The branch of linguistics known as morphology studies the internal structure of words. The study of word structure is called morphological parsing.
A word’s stem is its main constituent; the morphemes that are joined to it are called affixes. Affixes can be either suffixes (after the stem) or prefixes (before the stem). Additionally, some languages contain circumfixes (around the stem) or infixes (inside the stem).
Two types of morphology exist: derivational, in which affixes alter a word’s grammatical category or meaning (grace -> graceful), and inflectional, in which affixes add grammatical features like tense or number (play -> played).
Dissecting words to extract valuable information for subsequent processing steps is the focus of computational morphology. It is more efficient to break words down into their constituent elements rather than cataloguing all of the word forms. Words not found in a dictionary can also be handled with the use of morphological processing.
Due to their computational efficiency and capacity to map between lemmas (containing morphosyntactic information) and surface forms, finite state techniques such as finite state transducers, or FSTs are frequently employed for morphological processing.
Inflections map to the same sequence via stemming, a coarser procedure than lemmatisation that uses heuristics to map words to shorter sequences (picture, pictures, pictured -> pictur). A stemmed word is not always a legitimate term.
Word Senses and Meaning
The study of individual word meanings is known as lexical semantics.
Word senses are the different meanings that a single word (lexeme or lemma) might have. Polysemy is the name given to this phenomena. For instance, “bank” might describe a riverbank or a financial organization. In terms like “horse-fly” and “Trojan horse,” “horse” can have many meanings.
Word Sense Disambiguation (WSD) is the process of determining the meaning of an ambiguous word. For WSD, contextual information is essential. Examples of this include the topic of the document or the words that surround it.
Sense relations that link word meanings include synonymy, antonymy, hyponymy, hypernymy, and meronymy.
Strong lexical resource WordNet reflects these sense linkages and arranges words into synsets, or synonym groupings.

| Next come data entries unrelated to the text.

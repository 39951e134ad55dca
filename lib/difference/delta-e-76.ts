/** CIE 1976 colour difference ΔE*ab: the Euclidean distance in CIELAB (CIE 015:2018 §8.2.1, eq. 8.14). */
import type { Lab } from "../colorimetry/cielab.ts";
import { noteMethod } from "../methods/method-log.ts";
import { requireLab } from "./check-lab.ts";
import { LAB_FIELDS, checkFields } from "../arguments/check-fields.ts";

/** ΔE*ab = √(ΔL*² + Δa*² + Δb*²) (CIE 015:2018 eq. 8.14). */
export function deltaE76(a: Lab, b: Lab): number {
  checkFields("deltaE76", "a", a, LAB_FIELDS);
  checkFields("deltaE76", "b", b, LAB_FIELDS);
  requireLab("deltaE76", "first", a);
  requireLab("deltaE76", "second", b);
  noteMethod(
    "colour difference",
    "Colour differences ΔE*ab were computed by the CIE 1976 formula (CIE 015:2018 eq. 8.14).",
  );
  const dL = a.L - b.L,
    da = a.a - b.a,
    db = a.b - b.b;
  return Math.sqrt(dL * dL + da * da + db * db);
}
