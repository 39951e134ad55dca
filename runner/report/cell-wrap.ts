/**
 * Which table cells keep their text on one line. A short code, ID or number with its unit ("HG-114-01",
 * "#1a2b3c", "249.6 cd/m²", "≤ 0.004") reads wrongly when split ("HG-" / "114-01"), while prose may wrap so that a
 * table still fits an A4 page. Numeric columns never wrap (their cells are formatted numbers).
 */

/** Longest text without spaces that is still an ID or code (longer runs, e.g. hashes and paths, may break). */
export const ONE_LINE_TOKEN_MAX = 24;
/** Longest text starting with a number (a value with its unit, a short comparison) kept on one line. */
export const ONE_LINE_VALUE_MAX = 16;

const STARTS_WITH_NUMBER = /^[<>≤≥±≈~+\-−]?\s?[0-9]/;

/** True when a table cell's text is short and reads as one unit: no spaces, or a number with its unit. */
export function keepsOnOneLine(text: string): boolean {
  const t = text.trim();
  if (t === "") return false;
  if (!/\s/.test(t)) return t.length <= ONE_LINE_TOKEN_MAX;
  return t.length <= ONE_LINE_VALUE_MAX && STARTS_WITH_NUMBER.test(t);
}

When there is an excessive number of fine-grained senses, it can be helpful to organise word senses into broad categories known as supersenses.
Multiword Expressions Go Beyond Single Words
Words alone cannot convey all meaning. Multiword expressions (MWEs) are statements with multiple words with unpredictable lexical, syntactic, semantic, pragmatic, or statistical properties. Examples include “kick the bucket” and “by the way”. The mental lexicon must include these expressions to understand them.
Computational Processing Using Words
Lexical analysis, which separates the input stream into words and sentences, is frequently the first stage in processing natural language text. This stage separates text into paragraphs, phrases, and words by scanning letters and turning them into intelligible lexemes.
One of the most important aspects of text analysis is giving each word token a grammatical category or part of speech (POS). Like noun, verb, and adjective, these categories explain the syntactic function of words. The three main components of speech noun, verb, and adjective are generally accepted by linguists as a universal minimal set. Additionally, morphosyntactic information is carried by POS tags.
Word embeddings are vectors that capture syntactic and semantic information as well as the relationships between words in a continuous, high-dimensional space. They are frequently used to represent words in contemporary natural language processing. Word2Vec, GloVe, and BERT create these embeddings. BERT contextual embeddings represent a word’s meaning in its textual context.
In NLP, word forms, lemmas, stems, prefixes, suffixes, and POS tags are crucial for machine learning model development. Words behave differently based on context, therefore contextual data like surrounding words and POS tags are important.